É impossível não
pensar, logo no início de Efeito Ketchup,
nas matrizes de um certo cinema adolescente, eminentemente
norte-americano. Mais especificamente, no cinema de
high school, que é quase um gênero
dentro de um gênero, pois o filme de Fabik se
localiza perfeitamente neste gênero. Impressiona,
então, a força desta matriz tais as semelhanças
de aproximação dramatúrgica, e
mesmo de mise-en-scène, com tantos filmes
do mesmo gênero que já vimos. Vira quase
uma estranheza (ou um retrato um tanto involuntário
de uma globalização de costumes - com
direito a menção ao programa de TV Big
Brother local, e à banda de rap sueco na trilha,
cujas letras soam absolutamente iguais aos afins americanos)
perceber que, a princípio, só muda mesmo
a língua que as personagens falam - e o sueco
soa ainda mais peculiar quando os rockzinhos de praxe
da trilha sonora entram em inglês. Dentro desta
matriz do cinema adolescente, demoramos a entender exatamente
a filiação do filme, uma vez que ao clima
das filmagens dentro da escola (que lembram todo o esquematismo
das relações nas comédias românticas
adolescentes) se soma uma surpreendente crueza (inclusive
com o surgimento de um pênis segurado pela personagem
principal, de doze anos) que remete mais ao cinema de
Larry Clark.
Mas, logo fica tudo esclarecido quando percebemos que
O Efeito Ketchup é uma perfeita versão
escandinava de Aos Treze: um filme que incorpora
uma certa "modernidade" de linguagem ou uma
pretensa "ousadia" de temas a um latente moralismo
alarmista. Sim, como no exemplar norte-americano, trata-se
de mais uma "cautionary tale", ou seja, um
filme para alertar os pais do perigo de deixarem seus
adolescentes sozinhos no assustador mundo da puberdade
contemporânea. A única diferença
notável entre os dois filmes é que o progenitor
ausente aqui trocou de sexo: desta vez a menina é
criada pelo pai praticamente "solteiro" (ou
seja, abandonado pela mãe). De resto, batem ponto
todas as figuras esperadas: a perua auto-centrada e
manipuladora; o rapaz sensível mas incapaz de
escapar das pressões do grupo de amigos; os boçais
"garotos populares"; as amigas que abandonam
a protagonista quando esta se torna "mal-vista".

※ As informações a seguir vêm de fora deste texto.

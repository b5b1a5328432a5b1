import zlib from 'node:zlib';
import { describe, expect, it } from 'vitest';
import type { Page } from 'playwright-core';
import type { WatchedPage } from '../helpers/browser';
import { mainNav, seededServerAndBrowser, signInAs, signInAsCoordinator, switchClub } from '../helpers/session';

const suite = seededServerAndBrowser();

/** Signs the demo coordinator in and switches to the club that has the demo sites. */
async function signInToMossgate(width: number): Promise<WatchedPage> {
  // Maren's first club is Cinder Lane; the demo sites belong to Mossgate.
  const w = await signInAsCoordinator(suite.browser, suite.server.url, width, '/');
  await switchClub(w.page);
  return w;
}

async function openSites(w: WatchedPage) {
  await (await mainNav(w.page)).getByRole('link', { name: 'Sites' }).click();
  await w.page.getByRole('heading', { name: 'Sites', level: 1 }).waitFor();
}

const rowOf = (page: Page, text: string) => page.getByRole('row').filter({ hasText: text });

/** A real PNG of the given size (grey pixels), so the server's header checks read its width and height. */
function png(width: number, height: number): Buffer {
  const chunk = (type: string, data: Buffer) => {
    const body = Buffer.concat([Buffer.from(type, 'ascii'), data]);
    const out = Buffer.alloc(body.length + 8);
    out.writeUInt32BE(data.length, 0);
    body.copy(out, 4);
    out.writeUInt32BE(zlib.crc32(body), body.length + 4);
    return out;
  };
  const header = Buffer.alloc(13);
  header.writeUInt32BE(width, 0);
  header.writeUInt32BE(height, 4);
  header[8] = 8; // bit depth
  header[9] = 0; // greyscale
  const rows = Buffer.alloc((width + 1) * height, 0x80);
  for (let y = 0; y < height; y++) rows[y * (width + 1)] = 0; // filter byte "none" at each row start
  return Buffer.concat([
    Buffer.from([0x89, 0x50, 0x4e, 0x47, 0x0d, 0x0a, 0x1a, 0x0a]),
    chunk('IHDR', header),
    chunk('IDAT', zlib.deflateSync(rows)),
    chunk('IEND', Buffer.alloc(0)),
  ]);
}
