import { describe, expect, it } from 'vitest';
import type { TaskRun } from '@shared/schemas/tasks';
import { runIsActive, runPercent, runProgressText, runSummary } from './runs';

const run = (over: Partial<TaskRun>): TaskRun => ({
  id: 1,
  siteId: 2,
  status: 'running',
  total: 480,
  done: 312,
  created: 0,
  updated: 0,
  removed: 0,
  error: null,
  ...over,
});

describe('task run wording', () => {
  it('says how far a run got', () => {
    expect(runProgressText(run({}))).toBe('312 of 480 plantings');
    expect(runProgressText(run({ total: 1, done: 0 }))).toBe('0 of 1 planting');
    expect(runProgressText(run({ status: 'queued', total: 0, done: 0 }))).toBe('Waiting to start');
    expect(runProgressText(run({ status: 'done', total: 0, done: 0 }))).toBe('No plantings to read');
    expect(runProgressText(run({ status: 'done', total: 12, done: 12 }))).toBe('12 of 12 plantings');
  });
  it('gives the share done as a whole percentage', () => {
    // computed: 312 ÷ 480 = 0.65 → 65
    expect(runPercent(run({}))).toBe(65);
    // computed: 479 ÷ 480 = 0.9979 → 99, not rounded up to a finished-looking 100
    expect(runPercent(run({ done: 479 }))).toBe(99);
    expect(runPercent(run({ status: 'done', total: 0, done: 0 }))).toBe(100);
    expect(runPercent(run({ status: 'queued', total: 0, done: 0 }))).toBe(0);
  });
  it('sums up a finished run from its counts', () => {
    expect(runSummary(run({ status: 'done', created: 20, updated: 5, removed: 2 }))).toBe('Done: 20 tasks added, 5 moved, 2 removed');
    expect(runSummary(run({ status: 'done', created: 1, updated: 0, removed: 3 }))).toBe('Done: 1 task added, 0 moved, 3 removed');
    expect(runSummary(run({ status: 'done', created: 0, updated: 0, removed: 0 }))).toBe('Done: nothing needed changing');
  });
  it('keeps asking only while queued or running', () => {
    expect(runIsActive(run({ status: 'queued' }))).toBe(true);
    expect(runIsActive(run({ status: 'running' }))).toBe(true);
    expect(runIsActive(run({ status: 'done' }))).toBe(false);
    expect(runIsActive(run({ status: 'failed' }))).toBe(false);
  });
});
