const STORAGE_KEY = 'tillwell.lastClubId';

/** Remembers the club the person last opened so "/" can take them back there. */
export function rememberClub(clubId: number): void {
  try {
    localStorage.setItem(STORAGE_KEY, String(clubId));
  } catch {
    // Private modes can refuse storage; the app then simply starts at the first club.
  }
}

/** Picks the remembered club if the person still belongs to it, else their first club, else null. */
export function pickStartClub(clubIds: readonly number[]): number | null {
  let remembered: number | null;
  try {
    const raw = localStorage.getItem(STORAGE_KEY);
    remembered = raw === null ? null : Number(raw);
  } catch {
    remembered = null;
  }
  if (remembered !== null && clubIds.includes(remembered)) return remembered;
  return clubIds[0] ?? null;
}
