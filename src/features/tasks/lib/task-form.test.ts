import { describe, expect, it } from 'vitest';
import { addCalendarDays, localToday } from '@shared/dates';
import { TaskFormSchema, taskFormDefaults, type TaskFormInput } from './task-form';

// Dates near the real today: the shared schema refuses dates more than about two years ahead.
const today = localToday('UTC');
const form = (over: Partial<TaskFormInput>): TaskFormInput => ({ ...taskFormDefaults(today), title: 'Turn the compost', ...over });

/** The messages per box, or the body when the form is good. */
function check(input: TaskFormInput) {
  const r = TaskFormSchema.safeParse(input);
  if (r.success) return { body: r.data };
  return { errors: Object.fromEntries(r.error.issues.map((i) => [String(i.path[0]), i.message])) };
}

describe('the Add a task form', () => {
  it('makes a one-off site task with a week to do it in by default', () => {
    expect(check(form({}))).toEqual({
      body: { plotId: null, kind: 'other', title: 'Turn the compost', details: '', dueOn: today, windowDays: 7, repeatEveryDays: null, repeatUntil: null },
    });
  });

  it('makes a repeating task for a plot from the boxes’ text', () => {
    const until = addCalendarDays(today, 28);
    const out = check(form({ plotId: '26', kind: 'weed', windowDays: ' 3 ', repeat: true, repeatEveryDays: '7', repeatUntil: until }));
    expect(out.body).toMatchObject({ plotId: 26, kind: 'weed', windowDays: 3, repeatEveryDays: 7, repeatUntil: until });
  });

  it('leaves the repeat boxes out when Repeat is not ticked, whatever they hold', () => {
    expect(check(form({ repeat: false, repeatEveryDays: 'often', repeatUntil: 'soon' })).body).toMatchObject({ repeatEveryDays: null, repeatUntil: null });
  });

  it('says on each box what a repeat is missing, and only there', () => {
    const out = check(form({ repeat: true, repeatEveryDays: '', repeatUntil: addCalendarDays(today, 14) }));
    expect(out.errors).toEqual({ repeatEveryDays: 'Say how many days apart' });
    expect(check(form({ repeat: true, repeatEveryDays: '7', repeatUntil: '' })).errors).toEqual({ repeatUntil: 'Give the last date it may fall on' });
  });

  it('shows every mistake at once: text for a number and an empty title together', () => {
    expect(check(form({ title: '  ', windowDays: 'a week' })).errors).toEqual({ windowDays: 'A whole number of days', title: 'Enter some text' });
  });

  it('uses the shared schema’s words for values out of range and dates the wrong way round', () => {
    expect(check(form({ windowDays: '0' })).errors).toEqual({ windowDays: 'At least 1 day' });
    expect(check(form({ repeat: true, repeatEveryDays: '91', repeatUntil: addCalendarDays(today, 100) })).errors).toEqual({ repeatEveryDays: 'At most every 90 days' });
    expect(check(form({ dueOn: addCalendarDays(today, 10), repeat: true, repeatEveryDays: '7', repeatUntil: addCalendarDays(today, 3) })).errors).toEqual({
      repeatUntil: 'Must be on or after the first date',
    });
  });
});
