import { taskKinds, taskStatuses, type SiteTaskQuery } from '@shared/schemas/tasks';
import { isCalendarDate } from './dates';

/** The site tasks table's filters as the page keeps them: only those set, already checked. */
export interface SiteTaskFilters {
  from?: string;
  to?: string;
  kind?: SiteTaskQuery['kind'];
  plotId?: number;
  status?: SiteTaskQuery['status'];
}

/** The URL's names for the filters, the same names the API reads. */
export const filterParams = ['from', 'to', 'kind', 'plotId', 'status'] as const;

function pick<T extends string>(value: string | null, allowed: readonly T[]): T | undefined {
  return allowed.find((a) => a === value);
}

/**
 * Reads the filters from the page's search params, dropping anything that is not a real value: an unknown kind
 * or status, a date that is not YYYY-MM-DD, a plot that is not one of `plotIds` (when given).
 */
export function filtersFromParams(params: URLSearchParams, plotIds?: readonly number[]): SiteTaskFilters {
  const filters: SiteTaskFilters = {};
  const from = params.get('from');
  const to = params.get('to');
  if (from && isCalendarDate(from)) filters.from = from;
  if (to && isCalendarDate(to)) filters.to = to;
  const kind = pick(params.get('kind'), taskKinds);
  if (kind) filters.kind = kind;
  const status = pick(params.get('status'), taskStatuses);
  if (status) filters.status = status;
  const plotText = params.get('plotId');
  if (plotText && /^[1-9]\d{0,9}$/.test(plotText)) {
    const plotId = Number(plotText);
    if (!plotIds || plotIds.includes(plotId)) filters.plotId = plotId;
  }
  return filters;
}

/** The query string the API and the CSV link take ("?from=…&kind=water"), in a fixed order; empty with no filters. */
export function filtersQuery(filters: SiteTaskFilters): string {
  const q = new URLSearchParams();
  for (const name of filterParams) {
    const value = filters[name];
    if (value !== undefined && value !== '') q.set(name, String(value));
  }
  const text = q.toString();
  return text ? `?${text}` : '';
}

/** Whether any filter is set. */
export function isFiltered(filters: SiteTaskFilters): boolean {
  return filterParams.some((name) => filters[name] !== undefined);
}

Tudo seguindo a cartilha do manual de auto-ajuda para
relações entre pais e filhos adolescentes
(e é engraçado ver que o filme, jocosamente,
coloca o pai lendo um destes numa cena - talvez sem
se dar conta de que a piada não cabe no discurso
que monta).
Ao final, como era de se esperar, um evento catártico
une todos os "de bom coração"
no filme (que podem até ter vacilado, mas nunca
deixaram de estar do lado certo da Força), e
permite a vingança final que leva à humilhação
("olho por olho, dente por dente") dos mau-caráteres.
Tudo fica bem quando termina bem - mesmo que o final
seja uma estranhíssima cena de "remissão
a infância", que revela bem o olhar infantilizador
que o filme atira sobre todos os seus personagens. E,
no meio tempo, continua sendo difícil se ver
nas telas de um cinema de viés mais comercial
(portanto, Elefante excluído) um retrato
deste universo que se mostre minimamente interessado
de fato pelo adolescente - e não "preocupado"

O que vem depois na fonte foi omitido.